Crosby has Jabbar's toothbrush in a plastic baggie. But he's not going to take it to Julia's on-call DNA guy. No, he's taking it to Jasmine to prove that he doesn't need proof. At that, Jasmine relents and suddenly "gets it" that maybe Crosby would like some evidence that this five-year old kid is actually his. Magic! She says Crosby should go ahead and get it tested, only now Crosby doesn't want to. The end.

Julia is listing all of the possible charges that could be brought up on her if she got busted trespassing. She could be disbarred! She could go to jail! Who would watch the baby! She is really a lot of fun to be with. Joel is very understanding (or deaf) and just smiles blithely and shoves her in the pool.

Kristina is making chocolate chip pancakes to cheer Haddie up after her bitter fight with Steve.
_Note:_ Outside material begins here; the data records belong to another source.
/**
 * Shortfall of a Doppler reading (velocity, or the gradient built on it) relative to its true value.
 *
 * @example
 * ```ts
 * import { checkValue, DOPPLER_UNDERESTIMATION, quantityField } from "@sonorigor/sonorigor";
 * import assert from "node:assert/strict";
 * assert.equal(checkValue("s", quantityField(DOPPLER_UNDERESTIMATION), "6 %", { where: "Demo" }).value, 6);
 * ```
 */
export const DOPPLER_UNDERESTIMATION: Quantity = defineQuantity({
  id: "dopplerUnderestimation",
  label: "Underestimation of the true value",
  symbol: "shortfall",
  unit: "%",
  description:
    "Shortfall of a Doppler reading (velocity, or the gradient built on it) relative to its true value",
  valid: { min: 0, max: 100 },
  typical: { min: 0, max: 20 },
  resolution: 0.1,
  rangeNote: "by definition (valid); common practice, no source (typical)",
});

/**
 * Relative error of a computed valve area against the true area (positive: overestimated).
 *
 * @example
 * ```ts
 * import { checkValue, quantityField, VALVE_AREA_ERROR } from "@sonorigor/sonorigor";
 * import assert from "node:assert/strict";
 * // an area cannot be more than 100 % too small
 * assert.equal(checkValue("e", quantityField(VALVE_AREA_ERROR), -100, { where: "Demo" }).issues[0]?.kind, "range");
 * ```
 */
export const VALVE_AREA_ERROR: Quantity = defineQuantity({
  id: "valveAreaError",
  label: "Valve-area error",
  symbol: "δA",
  unit: "%",
  description:
    "Relative error of a computed valve area against the true area (positive: overestimated)",
  valid: { min: -100, max: Infinity, minExclusive: true, maxExclusive: true },
  typical: { min: -50, max: 50 },
  resolution: 0.1,
  rangeNote: "by definition (valid); common practice, no source (typical)",
});

/**
 * The flow and hemodynamic quantities, listed for the package's quantity lookup (tables, models).
 *
 * @example
 * ```ts
 * import { FLOW_QUANTITIES } from "@sonorigor/sonorigor";
 * import assert from "node:assert/strict";
 * assert.ok(FLOW_QUANTITIES.length > 0);
 * ```
 */
export const FLOW_QUANTITIES: readonly Quantity[] = [
  BLOOD_VELOCITY,
  STROKE_VOLUME,
  STROKE_VOLUME_INDEX,
  CARDIAC_OUTPUT,
  CARDIAC_INDEX,
  AORTIC_VALVE_AREA,
  AORTIC_VALVE_AREA_INDEX,
  PEAK_VELOCITY,
  LVOT_PEAK_VELOCITY,
  AORTIC_PEAK_VELOCITY,
  TR_PEAK_VELOCITY,
  REGURGITANT_PEAK_VELOCITY,
  MITRAL_E_VELOCITY,
  PEAK_GRADIENT,
  AORTIC_MEAN_GRADIENT,
  MITRAL_MEAN_GRADIENT,
  RIGHT_ATRIAL_PRESSURE,
  RV_SYSTOLIC_PRESSURE,
  FLOW_REGION_DIAMETER,
  IVC_DIAMETER,
  IVC_COLLAPSE,
  LVOT_DIAMETER_ERROR,
  CROSS_SECTIONAL_AREA,
  SINOTUBULAR_JUNCTION_AREA,
  ENERGY_LOSS_COEFFICIENT,
  ENERGY_LOSS_INDEX,
  VELOCITY_TIME_INTEGRAL,
  LVOT_VTI,
  RVOT_VTI,
  AORTIC_VTI,
  REGURGITANT_VTI,
  MITRAL_VALVE_AREA,
  DIMENSIONLESS_INDEX,
  PRESSURE_HALF_TIME,
  DECELERATION_TIME,
  DECELERATION_SLOPE,
  PISA_RADIUS,
  ALIASING_VELOCITY,
  PISA_WALL_ANGLE,
  REGURGITANT_FLOW_RATE,
  EFFECTIVE_REGURGITANT_ORIFICE_AREA,
  REGURGITANT_VOLUME,
  REGURGITANT_FRACTION,
  PULMONARY_SYSTEMIC_FLOW_RATIO,
  HEART_RATE,
  DOPPLER_UNDERESTIMATION,
  VALVE_AREA_ERROR,
];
But, when Haddie walks into the room, she is all giggles and sunshine and little birds are tweeting around her head. Steve admitted that he secretly loved Love, Actually but couldn't admit it in public because of his street cred. But once he got home and he could text her all his deep emotional connections to the film, all was good again. Adam makes a sad face out of syrup on his pancake.

It's time for another baseball game and when a pop up fly comes Max's way, he catches it. Braverman FTW! Everyone cheers, but not Drew, because he is not there. He is at home, alone, sulking. Not even jerking off. Adam pulls up in his car and hollers at him, but Drew rightly ignores him, because who needs all that disappointment and sadness, right? But Adam hollers again and Drew tosses aside the videogame, clicks his heels together in joy, and jumps in the car. Adam, Max, and Drew play ball in the middle of the night. Because that is what Bravermans do.